Set down, character for character, everything in the records below from the line holding "reached at the third row." down to the line holding "let v: Value", and no other line.

##########

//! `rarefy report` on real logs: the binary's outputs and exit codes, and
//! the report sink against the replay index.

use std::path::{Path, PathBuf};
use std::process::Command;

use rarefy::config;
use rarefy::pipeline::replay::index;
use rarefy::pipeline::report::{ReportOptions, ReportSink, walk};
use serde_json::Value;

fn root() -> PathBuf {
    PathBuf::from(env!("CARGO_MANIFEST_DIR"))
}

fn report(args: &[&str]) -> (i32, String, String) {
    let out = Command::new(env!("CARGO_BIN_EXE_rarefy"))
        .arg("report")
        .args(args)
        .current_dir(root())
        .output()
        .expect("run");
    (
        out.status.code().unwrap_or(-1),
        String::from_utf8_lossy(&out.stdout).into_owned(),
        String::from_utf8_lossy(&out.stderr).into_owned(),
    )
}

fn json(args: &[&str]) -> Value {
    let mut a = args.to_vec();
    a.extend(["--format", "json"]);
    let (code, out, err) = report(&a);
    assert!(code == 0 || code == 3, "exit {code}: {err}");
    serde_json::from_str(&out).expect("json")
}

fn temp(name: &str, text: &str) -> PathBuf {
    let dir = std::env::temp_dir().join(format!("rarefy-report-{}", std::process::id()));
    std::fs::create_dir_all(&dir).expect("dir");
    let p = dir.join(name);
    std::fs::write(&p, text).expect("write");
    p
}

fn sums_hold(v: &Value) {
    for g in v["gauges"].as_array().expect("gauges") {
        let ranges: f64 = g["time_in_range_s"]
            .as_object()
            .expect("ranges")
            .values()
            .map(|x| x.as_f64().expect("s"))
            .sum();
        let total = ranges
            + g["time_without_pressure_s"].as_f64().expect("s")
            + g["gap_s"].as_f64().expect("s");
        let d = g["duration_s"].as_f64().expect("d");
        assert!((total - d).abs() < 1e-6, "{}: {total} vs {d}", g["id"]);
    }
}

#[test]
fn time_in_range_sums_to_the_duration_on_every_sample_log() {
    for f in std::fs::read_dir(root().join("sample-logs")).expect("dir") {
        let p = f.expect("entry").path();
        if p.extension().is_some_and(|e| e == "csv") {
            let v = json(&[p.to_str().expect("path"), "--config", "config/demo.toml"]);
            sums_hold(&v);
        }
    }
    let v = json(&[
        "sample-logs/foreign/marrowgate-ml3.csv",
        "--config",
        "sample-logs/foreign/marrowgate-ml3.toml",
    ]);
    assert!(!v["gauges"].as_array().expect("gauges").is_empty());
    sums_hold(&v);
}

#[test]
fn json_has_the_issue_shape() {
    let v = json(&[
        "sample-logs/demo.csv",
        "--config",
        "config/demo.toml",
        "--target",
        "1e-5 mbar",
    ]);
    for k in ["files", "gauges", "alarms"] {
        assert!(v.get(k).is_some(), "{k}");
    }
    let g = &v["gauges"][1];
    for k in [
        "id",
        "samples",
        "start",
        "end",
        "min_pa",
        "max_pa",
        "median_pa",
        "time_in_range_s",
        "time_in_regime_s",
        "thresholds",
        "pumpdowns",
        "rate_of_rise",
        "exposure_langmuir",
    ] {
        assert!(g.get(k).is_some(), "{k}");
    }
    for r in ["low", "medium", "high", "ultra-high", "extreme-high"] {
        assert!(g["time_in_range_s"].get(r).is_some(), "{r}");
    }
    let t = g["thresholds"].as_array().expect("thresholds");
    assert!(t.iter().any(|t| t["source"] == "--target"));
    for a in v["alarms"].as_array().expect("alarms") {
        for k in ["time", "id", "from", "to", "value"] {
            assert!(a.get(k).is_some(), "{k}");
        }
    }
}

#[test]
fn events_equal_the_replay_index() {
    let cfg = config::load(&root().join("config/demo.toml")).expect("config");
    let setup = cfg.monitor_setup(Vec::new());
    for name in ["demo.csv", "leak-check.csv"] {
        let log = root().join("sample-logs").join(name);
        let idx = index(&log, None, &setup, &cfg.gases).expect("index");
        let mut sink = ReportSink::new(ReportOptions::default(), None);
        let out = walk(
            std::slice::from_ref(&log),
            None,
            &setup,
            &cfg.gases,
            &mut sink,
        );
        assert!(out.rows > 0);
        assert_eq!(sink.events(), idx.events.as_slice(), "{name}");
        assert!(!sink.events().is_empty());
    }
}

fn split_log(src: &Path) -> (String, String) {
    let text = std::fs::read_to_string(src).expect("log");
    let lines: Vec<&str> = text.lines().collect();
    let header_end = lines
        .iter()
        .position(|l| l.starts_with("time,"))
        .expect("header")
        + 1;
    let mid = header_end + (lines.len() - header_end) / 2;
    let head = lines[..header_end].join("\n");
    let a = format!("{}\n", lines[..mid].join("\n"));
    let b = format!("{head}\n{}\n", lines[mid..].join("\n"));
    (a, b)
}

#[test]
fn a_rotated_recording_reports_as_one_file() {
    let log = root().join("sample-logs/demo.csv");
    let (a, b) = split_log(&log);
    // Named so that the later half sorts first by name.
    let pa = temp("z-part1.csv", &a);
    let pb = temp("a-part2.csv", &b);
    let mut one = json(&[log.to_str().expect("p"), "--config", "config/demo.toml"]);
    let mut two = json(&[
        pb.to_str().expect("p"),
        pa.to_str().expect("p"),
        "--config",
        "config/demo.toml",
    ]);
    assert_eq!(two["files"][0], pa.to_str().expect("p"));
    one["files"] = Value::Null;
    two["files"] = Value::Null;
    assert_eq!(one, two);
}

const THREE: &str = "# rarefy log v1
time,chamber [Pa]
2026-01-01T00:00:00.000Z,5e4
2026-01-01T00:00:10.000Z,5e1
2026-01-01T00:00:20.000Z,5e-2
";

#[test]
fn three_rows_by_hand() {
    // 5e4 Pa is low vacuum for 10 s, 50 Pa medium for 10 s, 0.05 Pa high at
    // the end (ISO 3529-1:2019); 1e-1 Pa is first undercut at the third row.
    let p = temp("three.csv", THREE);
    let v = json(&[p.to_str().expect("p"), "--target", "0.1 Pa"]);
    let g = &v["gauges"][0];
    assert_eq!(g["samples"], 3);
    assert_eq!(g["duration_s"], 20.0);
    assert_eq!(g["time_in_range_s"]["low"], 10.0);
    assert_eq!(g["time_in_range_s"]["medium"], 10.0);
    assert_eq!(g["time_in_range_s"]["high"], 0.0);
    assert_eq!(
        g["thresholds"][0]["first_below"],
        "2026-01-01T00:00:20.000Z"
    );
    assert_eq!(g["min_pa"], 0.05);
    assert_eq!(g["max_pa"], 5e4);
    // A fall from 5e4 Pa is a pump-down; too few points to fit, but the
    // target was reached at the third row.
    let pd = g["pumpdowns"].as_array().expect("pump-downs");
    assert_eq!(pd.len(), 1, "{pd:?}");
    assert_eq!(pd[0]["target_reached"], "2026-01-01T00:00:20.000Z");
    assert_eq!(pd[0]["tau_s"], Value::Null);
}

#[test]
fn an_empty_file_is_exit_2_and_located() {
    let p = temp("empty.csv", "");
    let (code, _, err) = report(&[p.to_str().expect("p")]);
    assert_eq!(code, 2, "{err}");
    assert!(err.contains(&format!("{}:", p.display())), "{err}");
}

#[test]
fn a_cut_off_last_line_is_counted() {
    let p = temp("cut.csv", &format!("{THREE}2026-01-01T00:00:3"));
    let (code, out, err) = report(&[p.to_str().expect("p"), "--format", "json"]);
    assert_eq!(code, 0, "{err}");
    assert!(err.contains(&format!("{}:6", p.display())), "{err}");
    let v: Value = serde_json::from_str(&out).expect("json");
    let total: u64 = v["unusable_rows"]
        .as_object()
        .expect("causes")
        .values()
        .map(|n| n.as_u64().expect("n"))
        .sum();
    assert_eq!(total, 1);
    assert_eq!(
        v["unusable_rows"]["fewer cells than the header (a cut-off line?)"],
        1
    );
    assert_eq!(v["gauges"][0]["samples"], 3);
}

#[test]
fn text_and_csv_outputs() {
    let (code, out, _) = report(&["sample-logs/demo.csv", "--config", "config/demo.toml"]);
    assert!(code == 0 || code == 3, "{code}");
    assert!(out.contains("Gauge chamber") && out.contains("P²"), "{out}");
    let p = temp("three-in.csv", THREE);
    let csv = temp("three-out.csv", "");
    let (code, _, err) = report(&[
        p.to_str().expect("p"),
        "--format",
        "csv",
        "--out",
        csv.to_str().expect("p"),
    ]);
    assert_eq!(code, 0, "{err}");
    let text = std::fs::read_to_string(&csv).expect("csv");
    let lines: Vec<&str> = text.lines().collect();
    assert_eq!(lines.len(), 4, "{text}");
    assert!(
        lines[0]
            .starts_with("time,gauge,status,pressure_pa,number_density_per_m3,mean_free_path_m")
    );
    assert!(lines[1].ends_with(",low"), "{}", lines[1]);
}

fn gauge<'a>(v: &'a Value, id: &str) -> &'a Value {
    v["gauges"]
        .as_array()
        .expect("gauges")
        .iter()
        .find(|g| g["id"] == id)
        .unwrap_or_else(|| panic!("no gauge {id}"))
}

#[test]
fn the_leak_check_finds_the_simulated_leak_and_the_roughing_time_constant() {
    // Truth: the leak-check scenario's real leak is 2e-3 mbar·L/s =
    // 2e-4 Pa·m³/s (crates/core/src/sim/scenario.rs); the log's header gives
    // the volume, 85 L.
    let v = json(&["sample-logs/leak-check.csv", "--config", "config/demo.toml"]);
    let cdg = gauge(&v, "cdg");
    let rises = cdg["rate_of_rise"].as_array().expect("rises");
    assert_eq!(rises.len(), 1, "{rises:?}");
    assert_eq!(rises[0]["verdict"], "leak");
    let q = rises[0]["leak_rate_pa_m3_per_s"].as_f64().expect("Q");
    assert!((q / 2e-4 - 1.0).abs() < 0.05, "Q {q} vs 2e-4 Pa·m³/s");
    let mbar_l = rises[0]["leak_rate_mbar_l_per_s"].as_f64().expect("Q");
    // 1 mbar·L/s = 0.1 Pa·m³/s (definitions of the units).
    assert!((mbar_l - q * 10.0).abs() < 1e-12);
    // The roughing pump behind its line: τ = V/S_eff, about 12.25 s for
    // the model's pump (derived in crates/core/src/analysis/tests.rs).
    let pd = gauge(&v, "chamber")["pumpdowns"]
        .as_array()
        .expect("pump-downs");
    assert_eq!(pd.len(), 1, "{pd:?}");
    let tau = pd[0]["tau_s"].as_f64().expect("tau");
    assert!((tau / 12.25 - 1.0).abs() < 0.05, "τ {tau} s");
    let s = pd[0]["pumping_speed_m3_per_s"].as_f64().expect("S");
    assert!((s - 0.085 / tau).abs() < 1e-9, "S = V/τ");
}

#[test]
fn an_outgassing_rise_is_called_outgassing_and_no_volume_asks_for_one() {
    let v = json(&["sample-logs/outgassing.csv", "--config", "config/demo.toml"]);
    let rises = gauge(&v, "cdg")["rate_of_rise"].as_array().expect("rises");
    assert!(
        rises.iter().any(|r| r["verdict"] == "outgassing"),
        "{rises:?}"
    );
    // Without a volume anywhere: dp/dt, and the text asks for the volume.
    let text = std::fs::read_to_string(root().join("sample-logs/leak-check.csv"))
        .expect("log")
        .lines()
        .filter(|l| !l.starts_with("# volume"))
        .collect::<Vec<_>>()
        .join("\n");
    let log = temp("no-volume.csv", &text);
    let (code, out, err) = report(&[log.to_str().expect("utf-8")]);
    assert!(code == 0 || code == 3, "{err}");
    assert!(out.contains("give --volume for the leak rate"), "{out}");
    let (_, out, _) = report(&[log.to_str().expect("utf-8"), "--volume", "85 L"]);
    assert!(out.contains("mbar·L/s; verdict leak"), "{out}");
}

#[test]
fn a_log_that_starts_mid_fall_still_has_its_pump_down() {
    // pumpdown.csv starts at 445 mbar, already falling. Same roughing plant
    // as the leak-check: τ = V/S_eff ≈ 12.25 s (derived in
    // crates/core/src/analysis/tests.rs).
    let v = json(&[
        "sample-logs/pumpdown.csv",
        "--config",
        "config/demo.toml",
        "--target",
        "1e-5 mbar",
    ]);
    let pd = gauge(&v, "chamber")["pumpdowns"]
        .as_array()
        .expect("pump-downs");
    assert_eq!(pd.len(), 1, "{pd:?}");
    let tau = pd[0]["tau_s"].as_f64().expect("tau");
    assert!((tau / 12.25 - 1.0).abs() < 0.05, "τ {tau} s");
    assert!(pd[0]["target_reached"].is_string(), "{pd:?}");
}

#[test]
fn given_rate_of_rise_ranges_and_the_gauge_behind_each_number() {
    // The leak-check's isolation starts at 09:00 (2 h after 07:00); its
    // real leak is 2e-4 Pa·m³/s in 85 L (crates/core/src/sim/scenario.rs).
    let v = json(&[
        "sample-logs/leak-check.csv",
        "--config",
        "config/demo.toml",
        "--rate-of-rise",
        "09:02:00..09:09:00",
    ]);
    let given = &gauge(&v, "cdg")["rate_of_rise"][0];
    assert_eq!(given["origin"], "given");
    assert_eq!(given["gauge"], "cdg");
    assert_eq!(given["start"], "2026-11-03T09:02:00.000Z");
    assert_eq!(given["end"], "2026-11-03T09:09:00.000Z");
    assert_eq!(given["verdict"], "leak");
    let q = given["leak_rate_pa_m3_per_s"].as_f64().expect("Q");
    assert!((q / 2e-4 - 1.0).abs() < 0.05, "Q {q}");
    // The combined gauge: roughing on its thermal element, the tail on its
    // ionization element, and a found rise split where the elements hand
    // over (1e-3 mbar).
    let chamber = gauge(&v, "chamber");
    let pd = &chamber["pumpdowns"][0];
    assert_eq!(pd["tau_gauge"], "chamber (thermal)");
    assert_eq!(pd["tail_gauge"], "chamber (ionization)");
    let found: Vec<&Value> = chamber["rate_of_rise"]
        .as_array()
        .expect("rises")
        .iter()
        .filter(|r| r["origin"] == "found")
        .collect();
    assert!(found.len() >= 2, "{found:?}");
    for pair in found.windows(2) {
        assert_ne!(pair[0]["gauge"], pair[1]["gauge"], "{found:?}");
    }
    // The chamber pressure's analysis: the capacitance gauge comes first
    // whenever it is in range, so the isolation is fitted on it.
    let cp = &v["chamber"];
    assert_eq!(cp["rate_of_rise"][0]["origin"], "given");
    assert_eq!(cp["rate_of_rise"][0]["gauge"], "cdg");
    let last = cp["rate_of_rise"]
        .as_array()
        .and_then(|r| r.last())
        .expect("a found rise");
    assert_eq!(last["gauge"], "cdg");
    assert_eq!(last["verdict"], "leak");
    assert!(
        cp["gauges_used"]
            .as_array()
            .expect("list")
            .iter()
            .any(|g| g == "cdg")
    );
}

##########

| Exercise output |
    // target was reached at the third row.
    let pd = g["pumpdowns"].as_array().expect("pump-downs");
    assert_eq!(pd.len(), 1, "{pd:?}");
    assert_eq!(pd[0]["target_reached"], "2026-01-01T00:00:20.000Z");
    assert_eq!(pd[0]["tau_s"], Value::Null);
}

#[test]
fn an_empty_file_is_exit_2_and_located() {
    let p = temp("empty.csv", "");
    let (code, _, err) = report(&[p.to_str().expect("p")]);
    assert_eq!(code, 2, "{err}");
    assert!(err.contains(&format!("{}:", p.display())), "{err}");
}

#[test]
fn a_cut_off_last_line_is_counted() {
    let p = temp("cut.csv", &format!("{THREE}2026-01-01T00:00:3"));
    let (code, out, err) = report(&[p.to_str().expect("p"), "--format", "json"]);
    assert_eq!(code, 0, "{err}");
    assert!(err.contains(&format!("{}:6", p.display())), "{err}");
    let v: Value = serde_json::from_str(&out).expect("json");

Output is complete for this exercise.